- _Assigned task_:
For the word "mrtC", return each line of the data in which it occurs.

───── Records for this exercise

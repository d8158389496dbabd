/** Values of the picked sensor or surface patch at the current step, and its day as a chart. */
import { useViewer } from '../state/store.ts';
import { heavy } from '../state/heavy.ts';
import { formatQuantity, fromSI, unitLabel } from '../colour/units.ts';
import { stepHoursOf } from '../colour/layers.ts';
import { UTCI_CATEGORIES } from '../../physics/utci.ts';
import { MATERIAL_PRESETS } from '../../physics/materials.ts';
import { DayChart } from './DayChart.tsx';
import { daySplit } from './timeSteps.ts';

export function Inspector() {
  const picked = useViewer((s) => s.picked);
  const t = useViewer((s) => s.timeIndex);
  const units = useViewer((s) => s.units);
  const category = useViewer((s) => s.category);
  useViewer((s) => s.resultsVersion);
  const r = heavy.results;
  if (!r) return null;
  if (!picked) return <p className="small muted">Click a zone tile or a surface in the view to see its values through the day.</p>;
  const T = (v: number | undefined) => formatQuantity('temperature', v ?? NaN, units);
  // The chart shows the day of the step shown (a period of many days would be unreadable).
  const split = daySplit(r.times);
  const d0 = Math.floor(t / split.perDay) * split.perDay;
  const d1 = Math.min(r.times.length, d0 + split.perDay);
  const times = r.times.slice(d0, d1);
  const cur = t - d0;
  const tempSeries = (vals: readonly number[]) => vals.slice(d0, d1).map((v) => fromSI('temperature', v, units));
  const categoryLabel = UTCI_CATEGORIES.find((c) => c.id === category)?.label ?? category;
  const stepH = stepHoursOf(r);
  const hoursIn = (cats: readonly string[]) => {
    let n = 0;
    for (const c of cats) if (c === category) n++;
    return Number((n * stepH).toFixed(1));
  };
  if (picked.kind === 'sensor') {
    const z = r.zones[picked.zone];
    const s = z?.sensors[picked.sensor];
    if (!z || !s) return null;
    const cat = UTCI_CATEGORIES.find((c) => c.id === s.category[t]);
    return (
      <div className="inspector" data-testid="inspector">
        <h3>{z.name}, sensor {picked.sensor + 1}</h3>
        <dl>
          <dt>Position</dt>
          <dd>{s.position.map((v) => fromSI('length', v, units).toFixed(1)).join(', ')} {unitLabel('length', units)}</dd>
          <dt>Sky view factor</dt>
          <dd>{s.skyViewFactor.toFixed(2)}</dd>
          <dt>In sun</dt>
          <dd>{s.sunlit[t] ? 'yes' : 'no'}</dd>
          <dt>Air temperature</dt>
          <dd>{T(r.weather.airTempC[t])}</dd>
          <dt>MRT</dt>
          <dd data-testid="inspector-mrt">{T(s.mrtC[t])}</dd>
          <dt>UTCI</dt>
          <dd data-testid="inspector-utci">{T(s.utciC[t])}{cat ? ` · ${cat.label}` : ''}</dd>
          <dt>Hours in “{categoryLabel}”</dt>
          <dd data-testid="inspector-hours">{hoursIn(s.category)} h over the period</dd>
        </dl>
        <DayChart
          title="MRT, UTCI and air temperature"
          unit={unitLabel('temperature', units)}
          times={times}
          current={cur}
          series={[
            { label: 'MRT', values: tempSeries(s.mrtC), colour: '#b5361d' },
            { label: 'UTCI', values: tempSeries(s.utciC), colour: '#1f5fa8' },
            { label: 'air', values: tempSeries(r.weather.airTempC), colour: '#6b6b6b' },
          ]}
        />
      </div>
    );
  }
  const p = r.surfaces[picked.patch];
  if (!p) return null;
  const irr = (vals: readonly number[]) => vals.slice(d0, d1).map((v) => fromSI('irradiance', v, units));
  return (
    <div className="inspector" data-testid="inspector">
      <h3>{p.id}</h3>
      <dl>
        <dt>Material</dt>
        <dd>{MATERIAL_PRESETS[p.material]?.name ?? p.material}</dd>
        <dt>Area</dt>
        <dd>{p.areaM2.toFixed(2)} m²</dd>
        <dt>Incident shortwave</dt>
        <dd>{formatQuantity('irradiance', p.incidentShortwaveWm2[t] ?? NaN, units)}</dd>
        <dt>Surface temperature</dt>
        <dd>{T(p.surfaceTempC[t])}</dd>
        <dt>Longwave emission</dt>
        <dd>{formatQuantity('irradiance', p.longwaveEmissionWm2[t] ?? NaN, units)}</dd>
      </dl>
      <DayChart
        title="Surface and air temperature"
        unit={unitLabel('temperature', units)}
        times={times}
        current={cur}
        series={[
          { label: 'surface', values: tempSeries(p.surfaceTempC), colour: '#b5361d' },
          { label: 'air', values: tempSeries(r.weather.airTempC), colour: '#6b6b6b' },
        ]}
      />
      <DayChart title="Incident shortwave" unit={unitLabel('irradiance', units)} times={times} current={cur} series={[{ label: 'shortwave', values: irr(p.incidentShortwaveWm2), colour: '#c98a00' }]} />
    </div>
  );
}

──────────

- _Written solution_:
          <dd data-testid="inspector-mrt">{T(s.mrtC[t])}</dd>
            { label: 'MRT', values: tempSeries(s.mrtC), colour: '#b5361d' },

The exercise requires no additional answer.